Le climat de marché est devenu plus favorable. Les actions ont bondi, le pétrole a reculé et le dollar a baissé après les propos de Trump. Selon Reuters, le Brent (référence du pétrole en Europe) a perdu 1,2 % à 108,51 dollars le baril, tandis que les contrats à terme S&P 500 e-mini (produits dérivés sur l’indice américain, utilisés pour se couvrir ou spéculer) gagnaient 0,3 %. L’indice MSCI le plus large des actions Asie-Pacifique hors Japon a grimpé de 2,3 % à un nouveau record.

Pour le cuivre, cette combinaison compte. Un dollar plus faible rend les métaux cotés en dollars moins chers pour les acheteurs qui paient dans d’autres devises. Un pétrole moins cher réduit les coûts de transport, d’électricité et d’industrie lourde. Un apaisement au Moyen-Orient peut donc soutenir les attentes de demande, surtout avec le retour de la Chine sur le marché.

Le retour de la Chine soutient la demande

La reprise en Chine après les congés du 1er mai a apporté un soutien supplémentaire aux métaux industriels. Les traders surveillent de près l’activité chinoise, car le pays est le premier consommateur mondial de cuivre, d’aluminium, de nickel, de zinc, de plomb et d’étain.

Le cuivre a profité de ce retour, car il est central dans les réseaux électriques, le bâtiment, les véhicules électriques, les centres de données et les infrastructures liées à l’IA (intelligence artificielle). Selon des analystes, le marché suit à la fois l’espoir d’une désescalade au Moyen-Orient et l’optimisme autour des investissements dans l’IA, qui pourraient soutenir une demande structurelle (tendance de long terme) de cuivre.

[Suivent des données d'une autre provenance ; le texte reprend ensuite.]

"""Loop gain by admittances, and its derivatives, against nodal analysis and against a complex step."""

from __future__ import annotations

from typing import Any

import numpy as np
import pytest
from numpy.testing import assert_allclose
from stepped_parts import BASE, NOMINAL, solve_nodes

from fitamp.amplifier import ELEMENT_NAMES, coefficients
from fitamp.elements.response import loop_gain_and_slopes

FREQ_HZ = np.geomspace(1.0, 10e9, 41)
S = np.asarray(2j * np.pi * FREQ_HZ, dtype=np.complex128)
FULL: dict[str, Any] = {name: getattr(NOMINAL, name) for name in ELEMENT_NAMES} | {
    "Cgd": 10e-15,
    "mirror_pole_hz": 600e6,
    "delay_s": 0.3e-9,
    "beta": 0.6,
}


def test_loop_gain_is_that_of_nodal_analysis() -> None:
    elements = NOMINAL.with_changes(Cgd=10e-15, mirror_pole_hz=600e6, delay_s=0.3e-9, beta=0.6)
    assert_allclose(loop_gain_and_slopes(FULL, S)[0], solve_nodes(elements, FREQ_HZ, BASE), rtol=1e-10)


@pytest.mark.parametrize("resistor_ohm", [0.0, 1300.0])
def test_slopes_by_the_circuit_are_those_of_a_complex_step(resistor_ohm: float) -> None:
    # Real and imaginary part of T(s) as functions of a complex element: at s and at its conjugate the polynomials of
    # `coefficients` are analytic in the element, T(s*) = T(s)* for real ones, and so the step is done for both.
    values = FULL | {"Rz": resistor_ohm, "mirror_pole_hz": None, "delay_s": 0.0}
    slopes = loop_gain_and_slopes(values, S)[1]
    names = (*ELEMENT_NAMES, "Cgd", "beta")
    plain = {name: values[name] for name in names}
    for name in (*ELEMENT_NAMES, "Cgd"):
        tiny = 1e-25 * FULL[name]
        numerator, denominator = coefficients(**(plain | {name: plain[name] + 1j * tiny}))
        top, bottom = (np.polynomial.polynomial.polyval(S, part.real) for part in (numerator, denominator))
        top_slope, bottom_slope = (
            np.polynomial.polynomial.polyval(S, part.imag / tiny) for part in (numerator, denominator)
        )
        expected = (top_slope - top / bottom * bottom_slope) / bottom
        # Some sums of the polynomials cancel at high frequency, hence not to the last digits.
        assert_allclose(slopes[name], expected, rtol=1e-7, atol=1e-12 * np.abs(expected).max())


@pytest.mark.parametrize("name", ["mirror_pole_hz", "delay_s"])
def test_slopes_by_mirror_and_delay_are_those_of_differences(name: str) -> None:
    step = 1e-5 * FULL[name]
    up, down = (loop_gain_and_slopes(FULL | {name: FULL[name] + sign * step}, S)[0] for sign in (1, -1))
    gain, slopes = loop_gain_and_slopes(FULL, S)
    rounding = 1e-15 * np.abs(gain).max() / step
    assert_allclose(slopes[name], (up - down) / (2 * step), rtol=1e-4, atol=rounding)


def test_a_resistor_below_zero_is_taken_as_it_is() -> None:
    # An iterate may pass 0; the loop gain must not have a kink there.
    below, at, above = (loop_gain_and_slopes(FULL | {"Rz": rz}, S)[0] for rz in (-1e-3, 0.0, 1e-3))
    assert_allclose(below + above, 2 * at, rtol=1e-9)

La croissance de l’IA implique davantage de centres de données, de câbles électriques, de systèmes de refroidissement, de transformateurs et de modernisations des réseaux. La demande de cuivre ne dépend pas uniquement de l’IA, mais ce thème donne au marché un récit de long terme lorsque le risque géopolitique recule.

Scénario prudent : le cuivre peut rester bien orienté si les achats chinois après congés se confirment et si les discussions de paix maintiennent le pétrole à un niveau plus bas. Un dollar plus faible renforcerait aussi le soutien. En revanche, si le retour de la Chine ne se traduit pas par une demande physique (achats réels de métal pour livraison), la hausse pourrait ralentir près des niveaux de résistance.

Analyse graphique

Le COPPER-C évolue autour de 6,01, en rebond après une phase de baisse, et tente de se stabiliser au-dessus du seuil psychologique de 6,00 (niveau rond souvent surveillé). La tendance globale reste celle d’une reprise depuis le point bas de mars vers 5,19, mais la dynamique devient plus hésitante à l’approche du haut de la zone récente.

À court terme, la dynamique s’améliore. Le prix a repassé au-dessus des moyennes mobiles (moyennes des prix sur une période, utilisées pour lisser les variations) à 5 jours (5,90) et 10 jours (5,92), qui s’aplatissent puis se redressent. La moyenne mobile 20 jours (5,95) se situe juste sous le prix, signe que les acheteurs reprennent la main après le repli.

Niveaux clés à surveiller :

  • Support : 5,95 → 5,80 → 5,39
  • Résistance : 6,01 → 6,22 → 6,52

Le prix teste la zone de résistance 6,00–6,01, qui a récemment plafonné le marché. Un dépassement durable (cassure confirmée) pourrait ouvrir la voie vers 6,22, puis vers le pic à 6,52 si la hausse s’accélère.

À la baisse, 5,95 fait office de support immédiat, proche de la moyenne mobile 20 jours. Un passage sous ce niveau pourrait ramener 5,80. Une correction plus marquée déplacerait l’attention vers la zone de support autour de 5,39.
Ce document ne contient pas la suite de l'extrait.